Records from a data source
- Opening Delimiter -
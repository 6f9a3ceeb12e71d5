import { describeLocalDate, localDateOf } from '#shared/domain/local-dates';
import { Notice } from '@/components/ui/notice';
import { AnimalList } from '@/features/animals/components/animal-list';
import { useShell } from './shell';

export function TodayRoute() {
  const { collection } = useShell();
  if (!collection) return <Notice tone="info" title="You are not in any collection yet." />;
  const today = describeLocalDate(localDateOf(new Date(), collection.timeZone));
  return (
    <div className="flex flex-col gap-3">
      <h1 className="text-3xl font-extrabold">Today · {today}</h1>
      <AnimalList collectionId={collection.collectionId} />
    </div>
  );
}
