import { describe, expect, it } from 'vitest';
import { expectAccessible, phonePage, screenshot, signInAsDemo, useE2e } from './support';

const env = useE2e();

describe('stock for sale at 360 × 740', () => {
  it('offers a clutch in bulk, publishes the list, and a stranger reads it without signing in', async () => {
    const { context, page, consoleErrors } = await phonePage(env.browser);
    await signInAsDemo(page, env.server.baseUrl, 'owner@northlight.test');
    await page.goto(`${env.server.baseUrl}/sales/stock`);
    await page.getByRole('heading', { name: 'Stock for sale' }).waitFor();
    // The demo offers half the clutch.
    const group = page.getByRole('listitem').filter({ hasText: 'Hapalopus formosus · Sling' });
    await group.getByText('12 available · 0 reserved').waitFor();

    // The whole clutch at one price, typed as text.
    const offer = page.getByRole('region', { name: 'Offer a clutch' });
    await offer.getByLabel('Clutch').selectOption('H. formosus sac 1');
    await offer.getByLabel('Price').fill('22.50');
    await offer.getByLabel('Currency').selectOption('CAD');
    await offer.getByRole('button', { name: 'Offer the clutch' }).click();
    await offer.getByText('24 offered.').waitFor();
    await group.getByText('24 available · 0 reserved').waitFor();
    expect(await group.innerText()).toMatch(/22\.50/);
    await screenshot(page, 'sales-stock-01-groups');

    // The public list: off by default; on, with its own link, in the sales settings.
    await page.getByRole('link', { name: 'Public availability list: settings and link' }).click();
    const settings = page.getByRole('region', { name: 'Public availability list' });
    await settings.getByLabel('Publish the list').check();
    await settings.getByLabel('Note on the list').fill('We ship on Mondays, heat packs in winter.');
    await settings.getByRole('button', { name: 'Save list settings' }).click();
    const link = settings.getByLabel(/^Link/);
    await link.waitFor();
    const url = await link.inputValue();
    expect(url).toMatch(/\/available\/[A-Za-z0-9_-]{32}$/);
    await settings.scrollIntoViewIfNeeded();
    await expectAccessible(page, 'availability settings');
    await screenshot(page, 'sales-stock-02-availability-settings');
    await page.setViewportSize({ width: 1280, height: 800 });
    await page.goBack();
    await page.getByRole('heading', { name: 'Stock for sale' }).scrollIntoViewIfNeeded();
    await screenshot(page, 'sales-stock-03-groups-1280');
    expect(consoleErrors).toEqual([]);
    await context.close();

    // A stranger: a fresh browser context, no session.
    const stranger = await phonePage(env.browser);
    await stranger.page.goto(url);
    await stranger.page.getByRole('heading', { name: 'Northlight Inverts' }).waitFor();
    await stranger.page.getByText('We ship on Mondays, heat packs in winter.').waitFor();
    const card = stranger.page.getByRole('listitem').filter({ hasText: 'Hapalopus formosus' });
    expect(await card.innerText()).toMatch(/Sling[\s\S]*22\.50[\s\S]*24/);
    // No app chrome: no navigation, no sign-in prompt.
    expect(await stranger.page.getByRole('navigation').count()).toBe(0);
    const csv = stranger.page.getByRole('link', { name: 'Download as CSV' });
    expect(await csv.getAttribute('href')).toMatch(
      /\/api\/available\/[A-Za-z0-9_-]{32}\/list\.csv$/,
    );
    await expectAccessible(stranger.page, 'public availability list');
    await screenshot(stranger.page, 'sales-stock-04-public-list');
    await stranger.page.setViewportSize({ width: 1280, height: 800 });
    await screenshot(stranger.page, 'sales-stock-05-public-list-1280');
    expect(stranger.consoleErrors).toEqual([]);
    await stranger.context.close();
  }, 45_000);

  it('an animal’s page shows its price to the keeper, who changes it there', async () => {
    const { context, page, consoleErrors } = await phonePage(env.browser);
    await signInAsDemo(page, env.server.baseUrl, 'owner@northlight.test');
    await page.goto(`${env.server.baseUrl}/sales/stock`);
    await page.getByRole('link', { name: /^Formosus 02/ }).click();
    const panel = page.getByRole('region', { name: 'For sale' });
    await panel.getByText(/ · available/).waitFor();
    expect(
      await panel.getByRole('link', { name: 'Care sheet (PDF)' }).getAttribute('href'),
    ).toMatch(/\/animals\/[0-9a-f-]{36}\/care-sheet\.pdf$/);
    await panel.getByRole('button', { name: 'Change price' }).click();
    await panel.getByLabel('Price').fill('30');
    await panel.getByRole('button', { name: 'Save price' }).click();
    await panel.getByText(/CA\$30\.00 · available/).waitFor();
    await panel.scrollIntoViewIfNeeded();
    await expectAccessible(page, 'animal for sale');
    await screenshot(page, 'sales-stock-06-animal-for-sale');
    expect(consoleErrors).toEqual([]);
    await context.close();
  }, 45_000);
});
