import { lazy, Suspense, useCallback, useMemo, useState, type ReactNode } from 'react';
import { EVENT_WORDS } from '#shared/domain/event-kinds';
import { clockTime, describeLocalDate, localDateOf } from '#shared/domain/local-dates';
import type { RecordedEvent } from '#shared/schemas/events';
import type { RoundItemView } from '#shared/schemas/rounds';
import { Notice } from '@/components/ui/notice';
import { Loading } from '@/components/ui/spinner';
import { MoltForm } from '@/features/breeding/components/molt-form';
import { useRound } from '@/features/rounds/api/get-round';
import { useRecordMany, useRecordOutcome } from '@/features/rounds/api/record-outcome';
import { OutcomeButtons } from '@/features/rounds/components/outcome-buttons';
import { ProgressBar } from '@/features/rounds/components/progress-bar';
import { RoundFilters } from '@/features/rounds/components/round-filters';
import { RoundList } from '@/features/rounds/components/round-list';
import { RoundUnavailable } from '@/features/rounds/components/round-unavailable';
import { TrayAtOnce } from '@/features/rounds/components/tray-at-once';
import { UndoToast } from '@/features/rounds/components/undo-toast';
import { filterItems, ROUND_FILTERS, type RoundFilter } from '@/features/rounds/filter-items';
import { ApiError } from '@/lib/api-client';
import { useSizeUnit } from '@/lib/preferences';
import { useShell } from './shell';

// A helper's round adds the safety page, handover notes and cautions: loaded only for helpers.
const HelperToday = lazy(() => import('./helper-today').then((m) => ({ default: m.HelperToday })));

export function TodayRoute() {
  const { me, collection } = useShell();
  if (!collection) return <Notice tone="info" title="You are not in any collection yet." />;
  if (collection.role === 'helper') {
    return (
      <Suspense fallback={<Loading />}>
        <HelperToday />
      </Suspense>
    );
  }
  // The heading needs only the collection's zone, so it paints before the round is read (P2).
  return (
    <div className="flex flex-col gap-3">
      <h1 className="text-3xl font-extrabold">Today · {describeLocalDate(localDateOf(new Date(), collection.timeZone))}</h1>
      <TodayRound userId={me.user.id} myName={me.user.displayName} collectionId={collection.collectionId} />
    </div>
  );
}

interface LastTap {
  event: RecordedEvent;
  animal: { id: string; name: string; labelCode: string };
}

interface TodayRoundProps {
  userId: string;
  myName: string;
  collectionId: string;
  /** More on each item, above its buttons (a helper's notes and cautions). */
  extras?: (item: RoundItemView) => ReactNode;
}

export function TodayRound({ userId, myName, collectionId, extras }: TodayRoundProps) {
  const { local, server } = useRound(userId, collectionId, 'today');
  const [unit] = useSizeUnit();
  const timeZone = local.data?.round.timeZone ?? 'UTC';
  const record = useRecordOutcome({ userId, byName: myName, collectionId });
  const recordMany = useRecordMany({ userId, byName: myName, collectionId });
  const groupActions = useCallback(
    (label: string, list: RoundItemView[]) => <TrayAtOnce key={label} label={label} items={list} onRecord={recordMany} />,
    [recordMany],
  );
  const [filter, setFilter] = useState<RoundFilter>('all');
  const [search, setSearch] = useState('');
  const [last, setLast] = useState<LastTap | null>(null);
  const closeToast = useCallback(() => setLast(null), []);
  const actions = useCallback(
    (item: RoundItemView) => (
      <>
        {extras?.(item)}
        <OutcomeButtons
          item={item}
          onRecord={(kind, payload) => {
            void record(item.animal, kind, payload).then((event) => setLast({ event, animal: item.animal }));
          }}
          moltDetails={(moltId) => (
            <MoltForm
              compact
              today={localDateOf(new Date(), timeZone)}
              timeZone={timeZone}
              unit={unit}
              molts={[{ eventId: moltId, date: localDateOf(new Date(), timeZone) }]}
              onRecord={(payload, at, completes) => record(item.animal, 'molt_details', { targetId: completes ?? moltId, ...payload }, at)}
            />
          )}
        />
      </>
    ),
    [record, extras, timeZone, unit],
  );
  const items = local.data?.round.items;
  const counts = useMemo(
    () => Object.fromEntries(ROUND_FILTERS.map((f) => [f, items ? filterItems(items, f, '').length : 0])) as Record<RoundFilter, number>,
    [items],
  );

  if (local.isPending || (!local.data && server.isPending)) return <Loading label="Loading today’s round…" />;
  if (local.isError) return <Notice tone="error" title="This phone’s storage could not be opened, so the round cannot be kept offline." />;
  if (!local.data) return <RoundUnavailable error={server.error} what="today’s round" />;

  const { round, fetchedAt } = local.data;
  const today = localDateOf(new Date(), round.timeZone);
  const undo = (t: LastTap) => void record(t.animal, 'void', { targetId: t.event.id });

  return (
    <div className="flex flex-col gap-3">
      {round.date < today && (
        <Notice tone="warning" title={`This is the round for ${describeLocalDate(round.date)}.`}>
          Today’s round comes with the next signal. Taps made now are still saved with their time.
        </Notice>
      )}
      {server.isError && (
        <p className="text-sm font-bold text-muted">
          {server.error instanceof ApiError && server.error.status === 0 ? 'No signal' : server.error.message} · showing this phone’s copy from {clockTime(fetchedAt, round.timeZone)}
        </p>
      )}
      <ProgressBar done={round.progress.done} total={round.progress.total} />
      <RoundFilters filter={filter} onFilter={setFilter} search={search} onSearch={setSearch} counts={counts} />
      <RoundList
        items={filterItems(round.items, filter, search)}
        timeZone={round.timeZone}
        myName={myName}
        empty={round.items.length ? 'Nothing here with this filter.' : 'Nothing is due. Enjoy the quiet.'}
        actions={actions}
        groupActions={filter === 'done' ? undefined : groupActions}
      />
      {last && (
        <UndoToast
          message={`${EVENT_WORDS[last.event.kind]} · ${last.animal.name} (${last.animal.labelCode})`}
          onUndo={() => undo(last)}
          onClose={closeToast}
        />
      )}
    </div>
  );
}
- Closing Delimiter -
Required action. Each line in the entries above, starting at the line with "and cautions). */" and ending at the line with "useRound(userId, collectionId, 'today');", is to be printed exactly, and only those lines.

Completed exercise.
  /** More on each item, above its buttons (a helper's notes and cautions). */
  extras?: (item: RoundItemView) => ReactNode;
}

export function TodayRound({ userId, myName, collectionId, extras }: TodayRoundProps) {
  const { local, server } = useRound(userId, collectionId, 'today');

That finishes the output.